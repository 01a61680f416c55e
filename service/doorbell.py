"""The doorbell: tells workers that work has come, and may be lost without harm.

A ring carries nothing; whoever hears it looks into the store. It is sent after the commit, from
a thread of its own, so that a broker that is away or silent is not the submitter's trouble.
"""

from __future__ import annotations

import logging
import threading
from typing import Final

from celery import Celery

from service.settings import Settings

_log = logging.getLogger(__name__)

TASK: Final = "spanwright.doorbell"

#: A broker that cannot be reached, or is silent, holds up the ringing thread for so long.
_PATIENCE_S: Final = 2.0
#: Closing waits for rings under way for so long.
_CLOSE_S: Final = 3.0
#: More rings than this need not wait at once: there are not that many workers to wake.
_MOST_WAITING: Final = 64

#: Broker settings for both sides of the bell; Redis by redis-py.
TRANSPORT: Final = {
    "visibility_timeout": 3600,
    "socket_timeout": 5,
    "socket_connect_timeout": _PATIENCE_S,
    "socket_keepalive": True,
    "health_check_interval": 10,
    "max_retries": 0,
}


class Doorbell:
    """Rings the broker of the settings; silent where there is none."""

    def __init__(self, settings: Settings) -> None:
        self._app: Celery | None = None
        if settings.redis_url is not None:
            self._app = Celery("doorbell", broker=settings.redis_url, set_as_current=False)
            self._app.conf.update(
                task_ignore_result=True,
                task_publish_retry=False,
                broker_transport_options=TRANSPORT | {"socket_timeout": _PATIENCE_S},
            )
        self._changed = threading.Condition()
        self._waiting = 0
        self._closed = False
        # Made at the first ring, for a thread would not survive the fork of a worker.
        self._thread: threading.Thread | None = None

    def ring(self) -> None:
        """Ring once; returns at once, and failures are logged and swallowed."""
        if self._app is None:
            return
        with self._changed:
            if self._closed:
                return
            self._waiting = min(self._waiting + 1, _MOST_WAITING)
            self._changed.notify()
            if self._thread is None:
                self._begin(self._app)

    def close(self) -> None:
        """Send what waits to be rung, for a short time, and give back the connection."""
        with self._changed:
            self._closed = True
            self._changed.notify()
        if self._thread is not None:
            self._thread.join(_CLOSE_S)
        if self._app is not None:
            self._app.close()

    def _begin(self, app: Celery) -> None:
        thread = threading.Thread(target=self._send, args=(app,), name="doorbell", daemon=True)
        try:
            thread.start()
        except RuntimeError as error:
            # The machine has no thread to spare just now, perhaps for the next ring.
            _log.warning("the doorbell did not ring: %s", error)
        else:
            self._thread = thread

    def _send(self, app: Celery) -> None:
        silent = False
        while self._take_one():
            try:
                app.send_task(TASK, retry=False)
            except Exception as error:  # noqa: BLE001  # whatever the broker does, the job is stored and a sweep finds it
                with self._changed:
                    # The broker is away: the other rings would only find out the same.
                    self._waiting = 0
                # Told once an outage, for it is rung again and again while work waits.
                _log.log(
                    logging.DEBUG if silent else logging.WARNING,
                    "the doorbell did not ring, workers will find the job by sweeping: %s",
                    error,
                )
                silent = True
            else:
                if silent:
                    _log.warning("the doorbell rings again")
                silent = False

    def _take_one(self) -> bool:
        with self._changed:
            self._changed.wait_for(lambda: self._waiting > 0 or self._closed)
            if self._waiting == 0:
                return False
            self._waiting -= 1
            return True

▬▬▬▬▬▬▬▬▬▬

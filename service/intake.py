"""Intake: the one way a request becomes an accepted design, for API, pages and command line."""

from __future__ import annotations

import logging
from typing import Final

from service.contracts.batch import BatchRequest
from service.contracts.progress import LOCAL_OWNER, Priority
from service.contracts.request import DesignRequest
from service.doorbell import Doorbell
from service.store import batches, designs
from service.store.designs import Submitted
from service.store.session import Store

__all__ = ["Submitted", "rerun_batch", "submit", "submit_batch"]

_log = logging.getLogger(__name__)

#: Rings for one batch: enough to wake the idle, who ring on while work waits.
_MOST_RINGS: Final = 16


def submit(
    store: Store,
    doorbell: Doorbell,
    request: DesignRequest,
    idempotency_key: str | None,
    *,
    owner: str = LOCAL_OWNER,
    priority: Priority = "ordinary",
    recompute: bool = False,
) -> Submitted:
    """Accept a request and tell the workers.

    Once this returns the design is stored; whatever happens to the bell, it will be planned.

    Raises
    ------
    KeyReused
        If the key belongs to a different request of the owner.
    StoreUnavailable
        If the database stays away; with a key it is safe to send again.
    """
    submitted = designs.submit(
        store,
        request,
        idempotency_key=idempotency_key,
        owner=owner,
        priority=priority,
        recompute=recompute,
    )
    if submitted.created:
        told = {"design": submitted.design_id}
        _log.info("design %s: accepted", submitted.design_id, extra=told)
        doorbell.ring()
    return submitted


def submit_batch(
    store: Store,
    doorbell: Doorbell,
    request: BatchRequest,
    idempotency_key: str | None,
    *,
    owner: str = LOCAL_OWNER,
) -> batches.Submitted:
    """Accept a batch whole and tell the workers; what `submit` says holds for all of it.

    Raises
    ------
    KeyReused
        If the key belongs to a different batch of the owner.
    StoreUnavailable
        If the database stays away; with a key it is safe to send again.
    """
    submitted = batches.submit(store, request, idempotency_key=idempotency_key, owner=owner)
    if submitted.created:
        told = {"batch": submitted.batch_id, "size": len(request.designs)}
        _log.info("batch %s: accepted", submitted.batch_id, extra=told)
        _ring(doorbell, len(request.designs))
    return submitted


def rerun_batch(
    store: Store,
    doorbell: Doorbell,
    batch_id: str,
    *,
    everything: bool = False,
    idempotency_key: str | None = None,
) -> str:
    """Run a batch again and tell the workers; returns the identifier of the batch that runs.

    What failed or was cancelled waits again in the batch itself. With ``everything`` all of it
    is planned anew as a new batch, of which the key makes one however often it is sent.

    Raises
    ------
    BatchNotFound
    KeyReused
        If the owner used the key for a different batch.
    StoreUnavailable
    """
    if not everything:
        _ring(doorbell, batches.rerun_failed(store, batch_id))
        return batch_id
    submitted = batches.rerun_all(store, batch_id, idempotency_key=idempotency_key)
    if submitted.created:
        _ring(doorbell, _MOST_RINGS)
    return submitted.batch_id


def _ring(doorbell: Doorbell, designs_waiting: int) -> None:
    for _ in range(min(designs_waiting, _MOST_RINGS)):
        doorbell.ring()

▬▬▬▬▬▬▬▬▬▬

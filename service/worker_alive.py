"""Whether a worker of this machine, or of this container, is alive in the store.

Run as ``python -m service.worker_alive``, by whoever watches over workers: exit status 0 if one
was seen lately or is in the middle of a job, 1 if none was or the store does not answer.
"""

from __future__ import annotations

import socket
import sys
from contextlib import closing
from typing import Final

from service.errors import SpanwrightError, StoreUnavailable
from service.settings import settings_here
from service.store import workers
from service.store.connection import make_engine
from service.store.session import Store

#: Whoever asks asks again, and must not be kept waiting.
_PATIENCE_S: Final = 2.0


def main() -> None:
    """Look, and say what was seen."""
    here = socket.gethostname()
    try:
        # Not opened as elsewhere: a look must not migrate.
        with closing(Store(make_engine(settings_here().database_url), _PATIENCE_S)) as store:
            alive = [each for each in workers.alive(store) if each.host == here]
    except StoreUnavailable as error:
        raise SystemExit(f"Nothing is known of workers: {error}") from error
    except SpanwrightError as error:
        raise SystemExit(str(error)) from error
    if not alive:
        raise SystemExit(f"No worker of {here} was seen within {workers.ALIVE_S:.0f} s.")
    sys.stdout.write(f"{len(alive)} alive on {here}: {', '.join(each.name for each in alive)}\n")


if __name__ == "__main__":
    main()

▬▬▬▬▬▬▬▬▬▬

Will you return exactly the lines above from the one with "repository 01a61680f416c55e" down to the one with "# Made at the", counting both as part of the range?

repository 01a61680f416c55e
filename service/doorbell.py
"""The doorbell: tells workers that work has come, and may be lost without harm.

A ring carries nothing; whoever hears it looks into the store. It is sent after the commit, from
a thread of its own, so that a broker that is away or silent is not the submitter's trouble.
"""

from __future__ import annotations

import logging
import threading
from typing import Final

from celery import Celery

from service.settings import Settings

_log = logging.getLogger(__name__)

TASK: Final = "spanwright.doorbell"

#: A broker that cannot be reached, or is silent, holds up the ringing thread for so long.
_PATIENCE_S: Final = 2.0
#: Closing waits for rings under way for so long.
_CLOSE_S: Final = 3.0
#: More rings than this need not wait at once: there are not that many workers to wake.
_MOST_WAITING: Final = 64

#: Broker settings for both sides of the bell; Redis by redis-py.
TRANSPORT: Final = {
    "visibility_timeout": 3600,
    "socket_timeout": 5,
    "socket_connect_timeout": _PATIENCE_S,
    "socket_keepalive": True,
    "health_check_interval": 10,
    "max_retries": 0,
}


class Doorbell:
    """Rings the broker of the settings; silent where there is none."""

    def __init__(self, settings: Settings) -> None:
        self._app: Celery | None = None
        if settings.redis_url is not None:
            self._app = Celery("doorbell", broker=settings.redis_url, set_as_current=False)
            self._app.conf.update(
                task_ignore_result=True,
                task_publish_retry=False,
                broker_transport_options=TRANSPORT | {"socket_timeout": _PATIENCE_S},
            )
        self._changed = threading.Condition()
        self._waiting = 0
        self._closed = False
        # Made at the first ring, for a thread would not survive the fork of a worker.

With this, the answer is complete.